Peng Yi-hang is a contemporary artist specializing in conceptual photography. His work explores the essence of the photographic medium, spiritual belief systems, and local cultural phenomena. The resulting images challenge perception and make the invisible visible.
His artistic practice began with the series Midnight Stroll, a meditative nighttime photo series that later evolved into Ghost Park. Over a span of six years, he collected animal statues across Taiwan, photographing them with large-format cameras and long exposures, illuminating them at night with flashlights to breathe ghostly life into them – capturing scenes invisible to the naked eye. In Ghost in the Shell, he portrays museum exhibits of traditional Taiwanese glove puppets in their backstage state, revealing their hidden existence before the performance.

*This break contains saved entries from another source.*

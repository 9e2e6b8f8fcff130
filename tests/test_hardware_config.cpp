// Config keys of the hardware figures: a coil's wire, a circuit's supply, the [hardware] table;
// their errors carry file:line, and a design written back reads the same.
#include <catch2/catch.hpp>

#include <string>

#include "coilwright/config.hpp"
#include "coilwright/design_writer.hpp"
#include "coilwright/error.hpp"
#include "coilwright/model.hpp"

using namespace coilwright;
using Catch::Matchers::Contains;

namespace {

std::string config(const std::string& wire, const std::string& circuit_extra = "", const std::string& tail = "",
                   int turns = 100) {
  return R"([[circuit]]
name = "main"
current = "2 A"
)" + circuit_extra + R"(
[[coil]]
name = "helm"
shape = "pack"
inner_radius = "95 mm"
outer_radius = "105 mm"
width = "10 mm"
turns = )" + std::to_string(turns) + R"(
separation = "100 mm"
)" + wire + "\n" + tail;
}

std::string message_of(const std::string& text) {
  try {
    (void)parse_model(text, "hw.toml");
  } catch (const InputError& e) {
    return e.what();
  }
  return "(no error)";
}

}  // namespace

TEST_CASE("a coil's wire is read in every form", "[hardware][config]") {
  CHECK(parse_model(config("wire = \"AWG 20\""), "hw.toml").coils[0].wire->label == "AWG 20");
  CHECK(parse_model(config("wire = \"0.8 mm\""), "hw.toml").coils[0].wire->bare_diameter_m == Approx(0.8e-3).epsilon(1e-12));
  const Model t = parse_model(config(R"(wire = { diameter = "0.75 mm", insulation = "grade 1", material = "aluminium" })"), "hw.toml");
  REQUIRE(t.coils[0].wire);
  CHECK(t.coils[0].wire->bare_diameter_m == Approx(0.75e-3).epsilon(1e-12));
  CHECK(t.coils[0].wire->material.name == "aluminium");
  CHECK(t.coils[0].wire->insulation_m == Approx(enamel_build_m(0.75e-3, 1)).epsilon(1e-12));
  const Model custom = parse_model(
      config(R"(wire = { diameter = "1 mm", insulation = "0.05 mm", material = "silver", resistivity = "0.0159 ohm mm2/m", temperature_coefficient = "0.0038 /K", density = "10490 kg/m3" })", "", "", 40),
      "hw.toml");
  CHECK(custom.coils[0].wire->material.resistivity_ohm_m == Approx(1.59e-8).epsilon(1e-12));
  CHECK(custom.coils[0].wire->material.density_kg_m3 == Approx(10490).epsilon(1e-12));
  CHECK_FALSE(parse_model(config(""), "hw.toml").coils[0].wire);
}

TEST_CASE("supplies and the [hardware] table are read", "[hardware][config]") {
  const Model m = parse_model(config("wire = \"AWG 20\"", R"(supply = { max_current = "5 A", max_voltage = "30 V" })",
                                     R"toml(
[hardware]
ambient_temperature = "25 degC"
heat_transfer = "8 W/(m^2 K)"
insulation_class = "H"
lead_allowance = "1 m"
spare = "15 %"
packing = "orthocyclic"
frequency = "50 Hz"
ramp_rate = "2 A/ms"
)toml"),
                              "hw.toml");
  REQUIRE(m.circuits[0].supply);
  CHECK(*m.circuits[0].supply->max_current_A == Approx(5.0).epsilon(1e-15));
  CHECK(*m.circuits[0].supply->max_voltage_V == Approx(30.0).epsilon(1e-15));
  CHECK_FALSE(m.circuits[0].supply->max_power_W);
  CHECK(m.hardware.ambient_temperature_K == Approx(298.15).epsilon(1e-15));
  CHECK(m.hardware.heat_transfer_W_m2K == Approx(8.0).epsilon(1e-15));
  CHECK(m.hardware.insulation_class_C == 180);
  CHECK(m.hardware.lead_allowance_m == Approx(1.0).epsilon(1e-15));
  CHECK(m.hardware.spare_fraction == Approx(0.15).epsilon(1e-14));
  CHECK(m.hardware.packing == Packing::orthocyclic);
  CHECK(*m.hardware.frequency_Hz == Approx(50.0).epsilon(1e-15));
  CHECK(*m.hardware.ramp_rate_A_per_s == Approx(2000.0).epsilon(1e-14));

  // Written back and read again: the same wire, supply and settings.
  const Model back = parse_model(write_model_toml(m), "design.toml");
  CHECK(back.coils[0].wire->label == "AWG 20");
  CHECK(*back.circuits[0].supply->max_voltage_V == Approx(30.0).epsilon(1e-15));
  CHECK(back.hardware.insulation_class_C == 180);
  CHECK(back.hardware.packing == Packing::orthocyclic);
  CHECK(*back.hardware.ramp_rate_A_per_s == Approx(2000.0).epsilon(1e-14));
  CHECK(back.hardware.ambient_temperature_K == Approx(298.15).epsilon(1e-15));
}

TEST_CASE("a table wire that is not in the catalogue is written back in full", "[hardware][config]") {
  const Model m = parse_model(config(R"(wire = { width = "4 mm", thickness = "1.5 mm", corner_radius = "0.5 mm", insulation = "0.05 mm" })", "", "", 10),
                              "hw.toml");
  const Model back = parse_model(write_model_toml(m), "design.toml");
  REQUIRE(back.coils[0].wire);
  CHECK(back.coils[0].wire->form == WireForm::rectangular);
  CHECK(back.coils[0].wire->corner_radius_m == Approx(0.5e-3).epsilon(1e-14));
  CHECK(back.coils[0].wire->conductor_area_m2() == Approx(m.coils[0].wire->conductor_area_m2()).epsilon(1e-14));
}

TEST_CASE("hardware config errors name the place and the rule", "[hardware][config]") {
  CHECK_THAT(message_of(config("wire = \"0.7 mm\"")), Contains("hw.toml:13:") && Contains("0.670 mm or 0.710 mm"));
  CHECK_THAT(message_of(config(R"(wire = { diameter = "0.8 mm", insulation = "grade 5" })")),
             Contains("hw.toml:13:") && Contains("grades are 1, 2 and 3"));
  CHECK_THAT(message_of(config(R"(wire = { diameter = "0.8 mm", colour = "red" })")), Contains("unknown key"));
  CHECK_THAT(message_of(config("wire = \"AWG 20\"", R"(supply = { max_amps = "5 A" })")), Contains("hw.toml:4:"));
  CHECK_THAT(message_of(config("wire = \"AWG 20\"", R"(supply = { max_current = "5 V" })")), Contains("hw.toml:4:"));
  CHECK_THAT(message_of(config("wire = \"AWG 20\"", "", "[hardware]\ninsulation_class = \"X\"\n")),
             Contains("hw.toml:15:") && Contains("IEC 60085"));
  CHECK_THAT(message_of(config("wire = \"AWG 20\"", "", "[hardware]\nramp_rate = \"2 A\"\n")), Contains("ramp rate"));
  // Turns that cannot fit the declared pack are refused at load, at the wire key.
  CHECK_THAT(message_of(config("wire = \"AWG 10\"")),
             Contains("hw.toml:13:") && Contains("coil 'helm': 100 turns of AWG 10") && Contains("but the pack is 10 mm deep"));
}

The series Noise is an experiment in photography without light: digital cameras are placed in sealed boxes, overheat, and produce random signal distortions – an exploration of the question whether photography is possible without light. Picnic and Thanks God reflect his observations of artificial nature and Taiwanese folk beliefs: the former examines landscape simulations and Feng Shui elements in commercial spaces; the latter documents carriers of so-called “ghost chairs,” whose bodies bear the traces of years of religious devotion.
During his international residencies, he expanded his observations to socio-cultural phenomena – as seen in the series The Wall, which depicts precisely trimmed high hedges in front of German villas: symbols of privacy and a strong sense of order.